Anybody else have this code on the gen 2? Just popped up for the first time today. I read and cleared the code. Will see if it comes back tomorrow.

When searching for the code, i found that apparently this was common on gen1 cars, but don’t see much on gen2.

Car is 2017 premier hatch, 47k miles


Sent from my iPhone using Tapatalk


----------



## Blasirl (Mar 31, 2015)

How different is the engine?


----------



## GEN2bluRS (May 16, 2018)

Just this week I had a P0299 code. 
I think I had an over pressure excursion after leaving the red light with a heavy foot and heard a very lond bang from the engine area. 
After further review, I had to push the inlet air tube back on to the throttle body. Plan on going to the garage for a new gasket and spring ring clamp at teh throttle body.


----------



## Heavymetal (Aug 30, 2016)

If the codes comes back. Do a compression check. Possible cracked piston land. Also you remove oil cap when it running to see if you have back pressure in the crankcase.


----------



## Brad17Hatch (Apr 19, 2017)

My code never came back after i cleared it. I am not going to worry unless i see it again


Sent from my iPhone using Tapatalk


----------



## GEN2bluRS (May 16, 2018)

Follow-up a Garage report for Gen2BluRS. 
codes P0299; P0101 and P1101. They change the Intercooler (Air Cooler 13356681) they cited it was pulgged and the plastic tube to the throttle body was cracked so it got replaced.. 
The Chevy indicated it was the first intercooler they changed on a Gen 2. 38K for mileage. 
They reported the bang I heard was a back fire... Didn't know that could happen on a direct injection engine.


----------



## jblackburn (Apr 14, 2012)

The hose popping off isn't terribly uncommon, but this is the first I've heard of an intercooler needing to be replaced that wasn't smashed. 

Sent from my SM-G950U using Tapatalk


----------



## Brad17Hatch (Apr 19, 2017)

Update from OP here...check engine light came back on a couple weeks ago. Didn’t take the time to read the code but I am pretty sure it is still turbo underboost. Was waiting until after the holidays to take it to the dealer. The check eng. light clears itself after 3-4 startups, so it seems intermittent.

This morning on the way to work i was going up a mountain on the interstate, and i felt the power loss at the same instant i could see the check engine light come on in my peripheral vision. Engine just completely fell on its face and was low on power the rest of my drive to work. Hopefully this can be covered under 60k powertrain warranty.
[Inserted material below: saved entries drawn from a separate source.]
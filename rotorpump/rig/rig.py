# SPDX-License-Identifier: BSD-3-Clause
"""The whole rig: wheel, moving mass, slides, axle friction, gravity."""

from __future__ import annotations

import math
from collections.abc import Callable
from dataclasses import dataclass, replace
from numbers import Real

from rotorpump.errors import InputError
from rotorpump.quantities import finite, instance, non_negative, positive
from rotorpump.rig.friction import AxleFriction
from rotorpump.rig.slide import Slide
from rotorpump.rig.wheel import Wheel

STANDARD_GRAVITY = 9.80665

AXES = ("radial", "tangential")
"""The wheel's axes along which the mass may be driven."""


@dataclass(frozen=True)
class Rig:
    """A wheel that is spun up by a mass moving along slides fixed to it.

    Parameters
    ----------
    wheel : Wheel
        The wheel without the moving mass.
    mass : float
        The moving mass [kg].
    radial : Slide or float
        The radial slide; its stroke counts from the axle. A number holds the mass at that
        distance [m].
    friction : AxleFriction
        Friction of the axle.
    tangential : Slide or float, optional
        The tangential slide; its stroke counts from the radial axis, either way. A number holds
        the mass at that offset [m].
    gravity : float, optional
        Gravity in the plane of the wheel [m/s2]; on an inclined plane, 9.80665 times the sine of
        the slope.

    Raises
    ------
    InputError
        If a part is of the wrong kind, a value is out of its range, or there is no slide.
    """

    wheel: Wheel
    mass: float
    radial: Slide | float
    friction: AxleFriction
    tangential: Slide | float = 0.0
    gravity: float = STANDARD_GRAVITY

    def __post_init__(self) -> None:
        instance("wheel", self.wheel, Wheel)
        instance("friction", self.friction, AxleFriction)
        object.__setattr__(self, "mass", positive("mass", self.mass))
        object.__setattr__(self, "gravity", positive("gravity", self.gravity))
        for axis, validate in (("radial", non_negative), ("tangential", finite)):
            part = getattr(self, axis)
            if not isinstance(part, Slide):
                if isinstance(part, bool) or not isinstance(part, Real):
                    raise InputError(axis, "must be a Slide, or a number that holds it", part)
                object.__setattr__(self, axis, validate(axis, part))
        if isinstance(self.radial, Slide) and self.radial.stroke[0] < 0.0:
            rule = "must satisfy 0 <= lo < hi for the radial slide"
            raise InputError("stroke", rule, self.radial.stroke)
        if not self.driven:
            raise InputError("radial", "must be a slide where tangential is held", self.radial)

    @property
    def driven(self) -> tuple[str, ...]:
        """Names of the axes that have a slide."""
        return tuple(axis for axis in AXES if isinstance(getattr(self, axis), Slide))

    @property
    def slides(self) -> tuple[Slide, ...]:
        """The slides, in the order of `driven`."""
        return tuple(self.slide(axis) for axis in self.driven)

    def slide(self, axis: str) -> Slide:
        """Return the slide of a driven axis."""
        slide = getattr(self, axis)
        if not isinstance(slide, Slide):
            raise TypeError(f"the {axis} axis has no slide")
        return slide

    def stroke(self, axis: str) -> tuple[float, float]:
        """Lowest and highest position along an axis [m]; they are equal where it is held."""
        part = getattr(self, axis)
        return part.stroke if isinstance(part, Slide) else (part, part)

    def inertia(self, radial: float, tangential: float = 0.0) -> float:
        """Moment of inertia about the axle with the mass at this place [kg m2]."""
        return self.wheel.inertia + self.mass * (radial**2 + tangential**2)

    def static_moment(self, radial: float, tangential: float) -> tuple[float, float]:
        """Masses times their places along the radial and the tangential axis [kg m]."""
        wheel, angle = self.wheel, self.wheel.unbalance_angle
        return (
            self.mass * radial + wheel.unbalance * math.cos(angle),
            self.mass * tangential + wheel.unbalance * math.sin(angle),
        )

    @property
    def lowest_place(self) -> tuple[float, float]:
        """Place of the mass with which the rig hangs lowest: radial, tangential [m]."""
        corners = [(r, t) for r in self.stroke("radial")[::-1] for t in self.stroke("tangential")]
        return max(corners, key=lambda corner: math.hypot(*self.static_moment(*corner)))

    @property
    def pendulum_period(self) -> float:
        """Period of small swings with the mass where the rig hangs lowest [s]."""
        place = self.lowest_place
        pull = self.gravity * math.hypot(*self.static_moment(*place))
        return 2.0 * math.pi * math.sqrt(self.inertia(*place) / pull)

    def with_slides(self, change: Callable[[Slide], Slide]) -> Rig:
        """Return the rig with every slide changed."""
        radial, tangential = (
            change(part) if isinstance(part, Slide) else part
            for part in (self.radial, self.tangential)
        )
        return replace(self, radial=radial, tangential=tangential)

    def mirrored(self) -> Rig:
        """Return the rig seen from the other side: angles and tangential places change signs."""
        tangential: Slide | float
        if isinstance(self.tangential, Slide):
            low, high = self.tangential.stroke
            tangential = replace(self.tangential, stroke=(-high, -low))
        else:
            tangential = -self.tangential
        wheel = replace(self.wheel, unbalance_angle=-self.wheel.unbalance_angle)
        return replace(self, wheel=wheel, tangential=tangential)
Sent from my iPhone using Tapatalk


----------



## mike1133 (Jan 17, 2014)

I’ve been fighting the same code for the past 3 weeks. Comes on and the car is sluggish then the light shuts off 2 days later and car accelerates fine again. Called the dealership and they won’t help me unless the light is currently on. But their scheduled appointments are always booked out 3-4 days so by the time my appointment happens, the light shuts off the day before. So frustrated. Car has 78000 miles and is drive 110 miles a day. Any options?!?!?


----------



## ptaylor09 (Oct 26, 2019)

mike1133 said:


> I’ve been fighting the same code for the past 3 weeks. Comes on and the car is sluggish then the light shuts off 2 days later and car accelerates fine again. Called the dealership and they won’t help me unless the light is currently on. But their scheduled appointments are always booked out 3-4 days so by the time my appointment happens, the light shuts off the day before. So frustrated. Car has 78000 miles and is drive 110 miles a day. Any options?!?!?


I was in the same situation where the appointment was always 3-4 days out and the light would go off, so right as soon as the light came back on I drove straight to the dealership. Told them, im not looking to get it fixed today but I want you to diagnose the issue so we can schedule a day to bring it back to have it fixed.


----------



## Fireworks234 (Jan 4, 2018)

ptaylor09 said:


> I was in the same situation where the appointment was always 3-4 days out and the light would go off, so right as soon as the light came back on I drove straight to the dealership. Told them, im not looking to get it fixed today but I want you to diagnose the issue so we can schedule a day to bring it back to have it fixed.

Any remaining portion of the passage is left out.